This code is simple. And it optimizes very well on standard CPUs. It is highly parallelizeable. For larger datasets, the code can be optimized to run well on dedicated hardware such as GPGPUs or other ML accelerator hardware. All of these factors lend to KDE’s computation efficiency. This means it will run well on a range of systems, even constrained edge hardware, and give results quickly.

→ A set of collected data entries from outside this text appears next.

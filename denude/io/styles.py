"""Styles a desktop GIS reads without help: raster category names, OGC SLD files for the
rasters, and default styles (QML and SLD) with layer descriptions in a GeoPackage.

Conventions used (open standards and GDAL's documented formats):

* Category names of a class raster go into GDAL's PAM sidecar ``<file>.aux.xml``
  (``<CategoryNames>``), which is where GDAL itself keeps them for GeoTIFFs; GDAL, and so
  every GDAL-based GIS, reads them on open.
* Raster styles are OGC SLD 1.0.0 documents (``RasterSymbolizer`` with a ``ColorMap``).
* A GeoPackage's default styles live in the ``layer_styles`` table (columns
  ``f_table_name``, ``f_geometry_column``, ``styleName``, ``styleQML``, ``styleSLD``,
  ``useAsDefault``, ``description``), registered in ``gpkg_contents`` as an attribute
  table; layer descriptions in ``gpkg_contents.description``.

No numbers are computed here: class breaks, names and colours come from the caller.
"""

from __future__ import annotations

import json
import sqlite3
from pathlib import Path
from xml.sax.saxutils import escape, quoteattr

import numpy as np

from denude.core.cover import COVER_CLASS_NAMES, COVER_COLOURS
from denude.core.hazard import DEFAULT_BREAKS_MM_PER_KYR, DEFAULT_CLASS_NAMES, DEFAULT_COLOURS

#: Smallest integer types for lithology codes, with the nodata value each keeps free.
CODE_TYPES = (
    ("uint8", 0, 254, 255),
    ("uint16", 0, 65534, 65535),
    ("int16", -32767, 32767, -32768),
    ("int32", -2147483647, 2147483647, -2147483648),
)

#: Colours (RGBA) for rock types without a colour table in the input, by mineral
#: (a cartographic choice of this tool: common practice, no source).
MINERAL_COLOURS = {
    "insoluble": (200, 200, 190, 255),
    "calcite": (120, 170, 220, 255),
    "dolomite": (90, 110, 190, 255),
    "gypsum": (230, 120, 200, 255),
}

#: Graduated breaks of the share of the two highest hazard classes in a planning unit
#: (fractions 0-1; a screening convention of this tool, common practice, no source).
TOP_SHARE_BREAKS = (0.01, 0.10, 0.25, 0.50)
TOP_SHARE_COLOURS = ("#f7f7f7", "#fdd49e", "#fc8d59", "#d7301f", "#7f0000")

SLD_HEAD = (
    '<?xml version="1.0" encoding="UTF-8"?>\n'
    '<StyledLayerDescriptor version="1.0.0" xmlns="http://www.opengis.net/sld" '
    'xmlns:ogc="http://www.opengis.net/ogc" xmlns:xlink="http://www.w3.org/1999/xlink" '
    'xmlns:xsi="http://www.w3.org/2001/XMLSchema-instance">\n'
)


def hex_colour(rgba) -> str:
    """'#rrggbb' of an (r, g, b[, a]) tuple of 0-255 integers."""
    return "#{:02x}{:02x}{:02x}".format(*[int(v) for v in rgba[:3]])


# ------------------------------------------------------------------------ class rasters
def smallest_code_type(codes) -> tuple[str, int]:
    """(dtype, nodata) of the smallest integer type holding every code in ``codes`` with a
    nodata value that is not a code: uint8/255, uint16/65535, int16/-32768, else int32."""
    codes = [int(c) for c in codes]
    lo, hi = (min(codes), max(codes)) if codes else (0, 0)
    for dtype, low, high, nodata in CODE_TYPES:
        if low <= lo and hi <= high:
            return dtype, nodata
    return CODE_TYPES[-1][0], CODE_TYPES[-1][3]


def category_list(names_by_value: dict, max_entries: int = 65536) -> list[str]:
    """GDAL category names: entry k names pixel value k ('' for values without a name).
    Negative values or values of ``max_entries`` or more cannot be named: returns []."""
    if not names_by_value or min(names_by_value) < 0 or max(names_by_value) >= max_entries:
        return []
    out = [""] * (max(names_by_value) + 1)
    for value, name in names_by_value.items():
        out[int(value)] = str(name)
    return out


def aux_xml_path(path) -> Path:
    """GDAL's PAM sidecar of a raster: ``<file>.aux.xml``."""
    path = Path(path)
    return path.with_name(path.name + ".aux.xml")


def write_category_names(path, categories: list[str]) -> Path | None:
    """Write ``categories`` (entry k names value k) into the PAM sidecar of band 1 of
    ``path``; returns the sidecar's path (None when there is nothing to write)."""
    if not categories:
        return None
    items = "\n".join(f"      <Category>{escape(name)}</Category>" for name in categories)
    text = (
        "<PAMDataset>\n  <PAMRasterBand band=\"1\">\n    <CategoryNames>\n"
        f"{items}\n    </CategoryNames>\n  </PAMRasterBand>\n</PAMDataset>\n"
    )
    target = aux_xml_path(path)
    target.write_text(text, encoding="utf-8")
    return target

We are now precisely at the point where methods like Kernel Density Estimation are helpful. We’ll get into more detail about how to use the KDE method in Part 3 of this article series. But, for now, let’s look at the kernel density estimate (KDE) and the histogram for an ideal signal:

Kernel density estimate (KDE) and the histogram for an ideal signal And the KDE and histograms of the noisy signal:

The KDE and histograms of the noisy signal From both examples above, we can see that the KDE provides a more fine-grained estimate of the probability distribution of the signal under study. This additional detail in the KDE is helpful when comparing and fitting multiple estimates. KDE’s higher resolution lets us look at more of the signal spectrum, thereby increasing the sensitivity of the tests we can perform. Consequently, we can make better predictions about signals. So equipped, we can use these insights to improve our understanding of connected equipment, manufacturing processes, and overall plant behavior.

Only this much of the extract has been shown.